Two companies stand at the forefront of the continuous glucose monitoring (CGM) systems market. Abbott Laboratories (NYSE:ABT) has enjoyed tremendous success with its Freestyle Libre CGM. Dexcom (NASDAQ:DXCM) has also seen sales skyrocket for its G6 CGM.
Shares of both companies have performed really well over the past couple of years. But which stock is the better pick for long-term investors now? Here's how Abbott and Dexcom stack up against each other.
The case for Abbot Labs
Abbott Labs ranks as the second-biggest medical device stock on the market based on market cap. But the company doesn't focus exclusively on medical devices. Abbott also has multibillion-dollar established pharmaceuticals, diagnostics, and nutritional products businesses.
The main reason to consider buying Abbott Labs is that it should be in a great position to deliver a solid total return to long-term investors. One component of that total return is Abbott's dividend, which currently yields 1.5%. Abbott is a member of the elite group of stocks known as Dividend Aristocrats and has increased its dividend for 47 consecutive years. The company has paid a dividend every quarter since 1924.
But the case for Abbott isn't limited to its strong dividend. Wall Street analysts project the company will grow its earnings by an average of nearly 12% annually over the next five years.

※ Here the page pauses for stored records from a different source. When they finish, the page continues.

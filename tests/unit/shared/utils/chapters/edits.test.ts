import fc from 'fast-check'
import { describe, expect, it } from 'vitest'
import type { ChapterView } from '#shared/types/session'
import { apply, edgeRange, inkedInTheWay, inverse, join, mark, moveEdge, retag, SHORTEST_CHAPTER_MS, split } from '#shared/utils/chapters/edits'

let serial = 0
const newId = () => `new-${++serial}`
const chapter = (id: string, startMs: number, endMs: number, more: Partial<ChapterView> = {}): ChapterView => ({
  id, clipId: 'clip', startMs, endMs, stepId: 'step', operation: 'glue', partIds: [], inking: 'inked', confidence: null, evidence: [], alternatives: { steps: [], operations: [] }, proposed: false, note: '', version: 1, inkedBy: null, updatedBy: null, ...more,
})
const tag = { stepId: 'other', operation: 'fasten' as const, partIds: [] }
const spans = (chapters: ChapterView[]) => chapters.map(one => [one.startMs, one.endMs])
const overlapping = (chapters: ChapterView[]) => chapters.some((a, i) => chapters.some((b, j) => i !== j && a.clipId === b.clipId && a.startMs < b.endMs && b.startMs < a.endMs))

describe('mark', () => {
  it('parts a chapter that stands round it', () => {
    const before = [chapter('a', 0, 10_000)]
    expect(spans(apply(before, mark(before, 'clip', 4000, 6000, tag, newId)))).toEqual([[0, 4000], [4000, 6000], [6000, 10_000]])
  })
  it('cuts neighbours back and removes what is wholly inside', () => {
    const before = [chapter('a', 0, 3000), chapter('b', 3000, 5000), chapter('c', 5000, 9000)]
    expect(spans(apply(before, mark(before, 'clip', 2000, 6000, tag, newId)))).toEqual([[0, 2000], [2000, 6000], [6000, 9000]])
  })
  it('leaves other clips alone', () => {
    const before = [chapter('a', 0, 3000, { clipId: 'other' })]
    expect(mark(before, 'clip', 0, 3000, tag, newId).put).toHaveLength(1)
  })
  it('names the inked chapters it would cut', () => {
    const before = [chapter('a', 0, 3000), chapter('b', 3000, 5000, { inking: 'pencilled' })]
    expect(inkedInTheWay(before, 'clip', 2000, 4000).map(one => one.id)).toEqual(['a'])
  })
})

describe('split and join', () => {
  it('come back to one chapter', () => {
    const before = [chapter('a', 0, 10_000, { note: 'clamped' })]
    const halves = apply(before, split(before[0]!, 4000, newId)!)
    expect(spans(halves)).toEqual([[0, 4000], [4000, 10_000]])
    const whole = apply(halves, join(halves, halves[0]!)!)
    expect(spans(whole)).toEqual([[0, 10_000]])
  })
  it('refuses to leave a sliver', () => {
    expect(split(chapter('a', 0, 10_000), 100, newId)).toBeNull()
  })
})

describe('moveEdge', () => {
  const before = [chapter('a', 0, 4000), chapter('b', 4000, 8000), chapter('c', 9000, 12_000)]
  it('takes a touching neighbour along', () => {
    expect(spans(apply(before, moveEdge(before, before[1]!, 'start', 3000, 12_000)!))).toEqual([[0, 3000], [3000, 8000], [9000, 12_000]])
  })
  it('leaves a neighbour across a gap until it is reached', () => {
    expect(spans(apply(before, moveEdge(before, before[1]!, 'end', 8500, 12_000)!))[1]).toEqual([4000, 8500])
    expect(spans(apply(before, moveEdge(before, before[1]!, 'end', 10_000, 12_000)!)).slice(1)).toEqual([[4000, 10_000], [10_000, 12_000]])
  })
  it('pushes a neighbour until it is as short as a chapter may be', () => {
    expect(edgeRange(before, before[1]!, 'start', 12_000)).toEqual({ min: SHORTEST_CHAPTER_MS, max: 8000 - SHORTEST_CHAPTER_MS })
    expect(edgeRange(before, before[1]!, 'end', 12_000)).toEqual({ min: 4000 + SHORTEST_CHAPTER_MS, max: 12_000 - SHORTEST_CHAPTER_MS })
    expect(spans(apply(before, moveEdge(before, before[1]!, 'start', -5, 12_000)!))[0]).toEqual([0, SHORTEST_CHAPTER_MS])
  })
  it('stops at a neighbour that may not be changed, and comes away from it alone', () => {
    const mayChange = (one: ChapterView) => one.id !== 'a'
    expect(edgeRange(before, before[1]!, 'start', 12_000, mayChange)).toEqual({ min: 4000, max: 8000 - SHORTEST_CHAPTER_MS })
    expect(moveEdge(before, before[1]!, 'start', 3000, 12_000, mayChange)).toBeNull()
    expect(moveEdge(before, before[1]!, 'start', 5000, 12_000, mayChange)!.put.map(one => one.id)).toEqual(['b'])
  })
  it('goes exactly as far as its range says, and stays where it has no room', () => {
    const cuts = fc.uniqueArray(fc.nat(20_000), { minLength: 4, maxLength: 12 }).map(list => list.sort((a, b) => a - b))
    fc.assert(fc.property(cuts, fc.nat(), fc.integer({ min: -500, max: 21_000 }), fc.constantFrom('start' as const, 'end' as const), (times, pick, at, edge) => {
      const list = Array.from({ length: times.length - 1 }, (_, i) => chapter(`${i}`, times[i]!, times[i + 1]!)).filter((_, i) => i % 3 !== 2)
      const one = list[pick % list.length]!
      const { min, max } = edgeRange(list, one, edge, 20_000)
      const after = apply(list, moveEdge(list, one, edge, at, 20_000) ?? { put: [], remove: [] })
      const moved = after.find(other => other.id === one.id)!
      expect(edge === 'start' ? moved.startMs : moved.endMs).toBe(Math.min(max, Math.max(min, at)))
      expect(overlapping(after)).toBe(false)
    }))
  })
  it('stops at the clip\'s end', () => {
    expect(moveEdge(before, before[2]!, 'end', 99_000, 12_500)!.put[0]!.endMs).toBe(12_500)
  })
})

it('takes the step away when a stretch shows no work', () => {
  expect(retag(chapter('a', 0, 1000, { inking: 'pencilled', confidence: 0.4 }), { operation: 'none' }).put[0]).toMatchObject({ stepId: null, operation: 'none', inking: 'inked', confidence: null })
})

describe('any run of edits', () => {
  const step = fc.record({ kind: fc.constantFrom('mark', 'split', 'join', 'start', 'end'), at: fc.integer({ min: 0, max: 60_000 }), length: fc.integer({ min: SHORTEST_CHAPTER_MS, max: 20_000 }), pick: fc.nat() })
  it('never overlaps, never leaves a sliver, and can be taken back', () => {
    fc.assert(fc.property(fc.array(step, { maxLength: 25 }), (steps) => {
      let now: ChapterView[] = []
      for (const { kind, at, length, pick } of steps) {
        const chosen = now[pick % (now.length || 1)]
        const edit = kind === 'mark' ? mark(now, 'clip', at, at + length, tag, newId)
          : !chosen ? null
              : kind === 'split' ? split(chosen, at, newId)
                : kind === 'join' ? join(now, chosen)
                  : moveEdge(now, chosen, kind as 'start' | 'end', at, 80_000)
        if (!edit) continue
        const before = now
        now = apply(now, edit).map(one => ({ ...one, version: one.version + (edit.put.some(put => put.id === one.id) ? 1 : 0) }))
        expect(overlapping(now)).toBe(false)
        expect(now.every(one => one.endMs - one.startMs >= SHORTEST_CHAPTER_MS)).toBe(true)
        const back = inverse(edit, before, now, new Map(now.map(one => [one.id, one.version])))!
        expect(spans(apply(now, back))).toEqual(spans(before))
      }
    }), { numRuns: 200 })
  })
})

it('does not take back what somebody else has changed since', () => {
  const before = [chapter('a', 0, 4000)]
  const edit = retag(before[0]!, { operation: 'cut' })
  expect(inverse(edit, before, [{ ...before[0]!, version: 3 }], new Map([['a', 2]]))).toBeNull()
})
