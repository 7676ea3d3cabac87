import { HEARD } from '../lexicon/heard'
import { PhraseBook } from './phrases'
import type { Speech } from './speech'
import { WORK_KINDS } from './types'

/** How much of each operation's talk is heard in each cue, the last column being chat: cue × 15. */
export const HEARD_COLUMNS = [...WORK_KINDS, 'none'] as const
const C = HEARD_COLUMNS.length

const BOOK = new PhraseBook(HEARD_COLUMNS.flatMap((kind, i) => HEARD[kind].map(({ phrase, weight }) => [phrase, { column: i, weight }] as const)))
const AGAIN_MS = 25_000

/** Amounts are shared out: a word of one operation alone counts more than a word of five. */
export function hearKinds(speech: Speech): Float32Array {
  const out = new Float32Array(speech.cues.length * C)
  const columnsOf = new Map<string, number>()
  const found: { column: number, amount: number, cue: number, key: string }[] = []
  const last = new Map<string, { atMs: number, times: number }>()
  BOOK.find(speech.stems, ({ column, weight }, at, length) => {
    const word = speech.words[at]!
    const phrase = speech.stems.slice(at, at + length).join(' ')
    const key = `${at} ${length}`
    columnsOf.set(key, (columnsOf.get(key) ?? 0) + weight)
    const mine = `${column} ${phrase}`
    const before = last.get(mine)
    const times = before && word.atMs >= before.atMs ? before.times * Math.exp(-(word.atMs - before.atMs) / AGAIN_MS) : 0
    last.set(mine, { atMs: word.atMs, times: times + 1 })
    found.push({ column, amount: weight * (length > 1 ? 1.5 : 1) / (1 + times) * (word.present ? 1 : 0.6), cue: word.cue, key })
  })
  for (const { column, amount, cue, key } of found) out[cue * C + column]! += amount / Math.max(1, columnsOf.get(key)!)
  return out
}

A key driver for that growth will almost certainly be Abbott's Freestyle Libre CGM. Abbott CEO Miles White stated in the company's second-quarter conference call that he thinks the company's second version of the Libre device, which will meet U.S. standards for integrated continuous glucose monitoring systems, should generate annual sales of at least $5 billion in the not-too-distant future.
Abbott should also be able to count on strong growth from its structural heart business, with its MitraClip device for treating mitral regurgitation leading the way. The company's diagnostics business also appears to be in a solid position to deliver growth, thanks in large part to the continued momentum for its Alinity diagnostic instruments.
It's possible that Abbott could make additional acquisitions to fuel growth even more. However, with its strong organic growth prospects, the company doesn't have to complete any significant transactions to deliver an attractive return over the long run.
The case for Dexcom
Dexcom isn't the healthcare giant that Abbott is. It doesn't pay a dividend as Abbott does. But Dexcom's growth prospects appear to be fantastic.
Analysts think Dexcom will be able to deliver average annual earnings growth of 140% over the next five years. Is that sizzling rate of growth really possible? I think so.
The key is the continued rapid adoption of Dexcom's G6 CGM system. Thanks to tremendous sales growth for the G6, Dexcom trounced consensus revenue and earnings estimates in the second quarter. The company also boosted its full-year revenue outlook.
Dexcom is on track to double its manufacturing capacity for its G6 devices this year. This increase was needed to enable the company to beef up its sales efforts outside of the U.S. But Dexcom also anticipates even more sales growth inside the U.S., especially as it launches the G6 system to Medicare patients.
The company isn't resting on its laurels. Dexcom hopes to launch a new and improved CGM device called the G7 by early 2021 at the latest. The G7 will be smaller than the G6 and will be more cost-effective. This should help Dexcom compete better against Abbott's new Libre version.
Dexcom also thinks that the G7 could enable it to expand into adjacent markets. The company especially likes opportunities for CGM in gestational diabetes monitoring and the intermittent monitoring of diabetes in hospital patients.
If you like win-win decisions, the choice between Abbott and Dexcom will be right up your alley. I don't think investors would go wrong buying either stock.
My view is that which stock to pick depends primarily on your investing style. If you're retired and are seeking income, Abbott is definitely the better stock to buy with its long track record of dividend increases. Even if you're younger, Abbott would be more suited for you if you're a relatively conservative investor. While Abbott would also be a solid stock for growth-oriented investors, Dexcom might be more attractive for aggressive growth investors.
Keep in mind that the risks associated with investing in healthcare stocks are elevated right now as next year's national elections approach. The potential for major healthcare reform could take a toll even on solid healthcare stocks like Abbott and Dexcom. However, I think that the long-term prospects for both stocks are very good.